Marriage, thoughtfully and prayerfully entered into, can be a slice of heaven on earth. You will do more for Christ, and life in general than you ever could alone. Choose wrongly and you are toast.
Women have been on the short end of the stick, in regards to marriage, more often than men, but it still happens. If you take your vows seriously you are assuming a series of almost unlimited liabilities. A wrongly chosen, professing Christian, spouse can destroy your life with the blessing of the church and the man is responsible.
Let me share a dirty little secret with all those christian women out there who wonder why men are reluctant to get married now a days. In part it's about authority. Even in Christian circles a man has all the responsibilites but none of the authority of his historical counterpart. Financially a wife can keep the couple in a state of near bankruptcy, deny him sex for years on end, and both the church and society will blame him. In the church he will be held responsible for her actions ( unless it's the big " A " ) and will be denied ministry opportunities. If he attempts to complain to the minister it will almost always work around to be his fault( whether it is or not ).
A women can get credit cards and loans based on her husbands income, without his knowledge or consent, but ( depending on where you live) the reverse rarely holds true.
The same type of situation holds true in most jurisdictions if the marriage fails. Women can violate custody orders, deny visitation, levy false accusation after false accusation without penalty and the man is almost( though thankfully not totally ) defenseless.
I have seen all these senarios play out in the last 20 years of ministry. I realize that their are still men out there who are thoroughly worthless human beings and deserve everything they suffer, but more and more I'm running into abused men. Men whoose lives have been destroyed, who are showing all the psychological markers that I only used to see in abused women, and almost no one cares. Each act of abuse by a woman is seen by society as the act of an individual woman.
Every abusive act by a man is seen as being( potentially) the act of every man.
This is the situation in most of the West now.
A Christian has to understand that he is beholden to fulfill the vows he utters on the day of his wedding regardless of whether or not his wife fulfills hers.

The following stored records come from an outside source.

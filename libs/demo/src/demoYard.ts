import { finishedTraces } from './finishedTraces';
import type { DemoTrace } from './finishedTraces';
import { people } from './people';
import type { DemoPerson } from './people';
import { plans } from './plans';
import type { DemoPlan } from './plans';
import { fleets, trailers } from './trailers';
import type { DemoTrailer } from './trailers';

export interface DemoYard {
  name: string;
  fleets: readonly string[];
  people: readonly DemoPerson[];
  trailers: readonly DemoTrailer[];
  plans: readonly DemoPlan[];
  finishedTraces: readonly DemoTrace[];
}

/** An invented yard to try the program on: people without passwords, trailers, and a plan for each. */
export const demoYard: DemoYard = {
  name: 'Thornwick Yard',
  fleets,
  people: Object.values(people),
  trailers: Object.values(trailers),
  plans: Object.values(plans),
  finishedTraces,
};
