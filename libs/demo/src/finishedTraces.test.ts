import { lampsOnCircuit, placeKey, placesOnCircuit } from '@lampwright/harness';
import { demoYard } from './demoYard';
import { finishedTraces } from './finishedTraces';
import { fleet } from './testing/fleet';

const stories = finishedTraces.map((story) => {
  const wired = fleet.find(({ trailer }) => trailer.id === story.trailerId);
  if (!wired) throw new Error(`${story.id} has no trailer`);
  return { ...wired, story };
});

describe('the finished traces', () => {
  it('tell of different trailers and circuits, once of two shorts and once of a dark lamp', () => {
    expect(stories.length).toBeGreaterThanOrEqual(6);
    expect(new Set(stories.map(({ unit }) => unit)).size).toBe(stories.length);
    expect(new Set(finishedTraces.flatMap(({ circuits }) => circuits)).size).toBe(6);
    expect(finishedTraces.filter(({ shorts }) => shorts.length === 2)).toHaveLength(1);
    expect(finishedTraces.filter(({ dark }) => dark !== undefined)).toHaveLength(1);
  });

  it.each(stories)('are worked on $unit by one who may, on no tank', ({ story, trailer }) => {
    const author = demoYard.people.find(({ id }) => id === story.authorId);
    expect(author?.role).toBe('technician');
    expect(trailer.bodyType).not.toBe('tank');
  });

  it.each(stories)(
    'hide their shorts on the circuit of $unit that misbehaves',
    ({ story, harness }) => {
      for (const { circuit, place } of story.shorts) {
        expect(story.circuits).toContain(circuit);
        const places = placesOnCircuit(harness, circuit).map(({ ref }) => placeKey(ref));
        expect(places).toContain(placeKey(place));
      }

      const lamps = harness.circuits.flatMap(({ id }) => lampsOnCircuit(harness, id));
      for (const { lamp } of story.dark ?? []) expect(lamps.map(({ id }) => id)).toContain(lamp);
    },
  );
});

If you have any doubts about whether or not your bride to be intends to fulfill her vows then do not marry her ( I would tell a woman the same thing on this score ). The pain of a break up before marriage is far easier to deal with than the almost perpetual purgatory of dealing with and attempting to fix an ill-advised marriage after the fact.
Those who used to tell couples that marriage was a sacred institution, not to be entered into lightly, weren't kidding. There would be a lot less wreckage for the rest of us to clean up if couples would remeber that.